2 years ago
A 26-year-old young man has narrated his ordeal with homosexuality.
"When I was 14 and had completed JHS, I came across a disc in my Dad's wardrobe and I decided to watch it. I inserted the disc and it was a pornographic disc but I watched because I was naive. I got indulged in masturbation and did it until I was 16 in SHS, where I was introduced to homosexuality by a friend.
He was a friend I did everything with because we reported the same day, same room and shared a 2 in 1 bed.
This is how it all happened, one evening after preps, he couldn't find his mattress and pleaded to sleep besides me because it was getting late. We locked our lips and the feeling was so great that we took turns to masturbate each other. The following morning, I felt uncomfortable and so didn't speak to each other but the act continued when night came. This time, he asked to penetrate me to which I agreed. We were so fearless that it happened continuously for sometime in a dormitory with almost 60 people.
We didn't talk about it nor talk to each other in the morning as we used to do before, but didn't miss a night of our sezuál adventures.
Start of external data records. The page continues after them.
def _read_arrays(table: Table, rows: np.ndarray):
    """Read ``rows`` with the blood_gas field table on arrays: (values, plainly valid mask, units by key)."""
    n = len(rows)
    ok = np.ones(n, dtype=bool)
    v = SimpleNamespace()
    unit_of = {}
    for f in interpret.FIELDS:
        column = table.columns.get(f.key)
        o = f.options
        if column is None:
            state = np.zeros(n, dtype=np.int8)
            number = np.full(n, np.nan)
            unit_of[f.key] = np.full(n, "", dtype=str)
            code, words = np.zeros(n, dtype=np.intp), [""]
        else:
            state, number = column.state[rows], column.number[rows]
            unit_of[f.key] = column.unit_array[rows]
            code = column.code[rows]
            if f.kind in ("choice", "flag"):
                words = [t.strip().casefold() for t in column.distinct] or [""]
        present, okcell = state != _ABSENT, state == _OK
        ok &= state != _BAD
        default = o.get("default")
        if f.kind == "choice":
            # each distinct text once, then per row through its code
            good = np.array([w in o["choices"] for w in words])[code]
            ok &= ~present | good
            value = np.where(present, np.array(words)[code], default)
        elif f.kind == "flag":
            truth = np.array([w in TRUE for w in words])[code]
            good = np.array([w in TRUE or w in FALSE for w in words])[code]
            present = np.array([w not in EMPTY for w in words])[code]
            ok &= ~present | good
            value = present & truth
        else:
            if f.kind in ("ph", "number"):
                unitless = unit_of[f.key] == ""
                converted = number
                good = okcell & unitless
            elif f.kind in ("fraction", "percent"):
                plain, percent = unit_of[f.key] == "", unit_of[f.key] == "%"
                converted = np.where(percent & (f.kind == "fraction"), number / 100.0, number)
                good = okcell & (plain | percent | ((unit_of[f.key] == "1") & (f.kind == "fraction")))
            else:
                target = o["unit"] if f.kind == "quantity" else "mmol/L"
                substance = o.get("substance") if f.kind == "quantity" else f.key
                accepted = units.units_for(target, substance=substance)
                converted = np.full(n, np.nan)
                good = np.zeros(n, dtype=bool)
                for u in set(unit_of[f.key][okcell].tolist()):
                    if u in accepted:
                        at = okcell & (unit_of[f.key] == u)
                        converted[at] = units.convert(number[at], u, target, substance=substance)
                        good |= at
            good &= (o["low"] <= converted) & (converted <= o["high"])
            ok &= ~present | good
            if f.kind in ("quantity", "ph") and o.get("required", f.kind == "ph"):
                ok &= present
            value = np.where(present, converted, np.nan if default is None else default)
            if f.r9:
                value = _round9(value)
        setattr(v, f.attr, value)
    # cross-field checks (interpret's own functions, on arrays)
    urea_given, bun = v.urea_given, v.bun
    both = ~np.isnan(urea_given) & ~np.isnan(bun)
    ok &= ~(both & interpret.urea_bun_disagree(urea_given, bun))
    v.urea = np.where(np.isnan(urea_given), bun, urea_given)
    ok &= interpret.implied_hco3_survivable(interpret.implied_hco3(v.ph, v.pco2))
    has_pb, has_alt = ~np.isnan(v.pb), ~np.isnan(v.altitude)
    isa = each(
        lambda altitude_m: interpret.pb_value(None, altitude_m),
        ok & ~has_pb & has_alt,
        altitude_m=v.altitude,
    )
    v.pb_value = np.where(has_pb, v.pb, np.where(has_alt, isa, 760.0))
    pio2 = interpret.inspired_po2(v.fio2, v.pb_value)
    oxygen = ~np.isnan(v.po2) & (v.site != "venous")
    ok &= ~(oxygen & interpret.po2_above_inspired(v.po2, pio2))
    ok &= ~(oxygen & interpret.no_alveolar_oxygen(pio2, v.pco2, v.rq))
    flags = interpret.mix_up_flags(
        pco2=v.pco2,
        pco2_unit=unit_of["pco2"],
        baseline=v.baseline_pco2,
        baseline_unit=unit_of["baseline_pco2"],
        po2=v.po2,
        po2_unit=unit_of["po2"],
        site=v.site,
        pb=v.pb,
        pb_unit=unit_of["pb"],
    )
    v.mix_up = np.logical_or.reduce(list(flags.values()))
    v.unusual = np.logical_or.reduce(
        list(interpret.unusual_flags(glucose=v.glucose, urea=v.urea, lactate=v.lactate).values())
    )
    v.pb_and_altitude = has_pb & has_alt
    return v, ok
He left the school before completion but I completed. All this while I was deep into the act of masturbation and serious watching of porn. I didn't do well with my results so I started working. I began having a strong urge for boys but I feared that I will be beaten so I had to succumb to my fears. Then i came across an app on playstore that allows me to connect gays within my vicinity which is Kumasi.
When the urge is so high, I just login and connect with nearby guys for a hookup. Yes, a hookup because some of them took money. Sometimes in a guesthouse or their residence because I promised never to send any of them to my house. Intermittently, I will do that and regret. It diminished my confidence, relationships with family and friends and made me a worse person but I couldn't stop although I could go a year without engaging in the act.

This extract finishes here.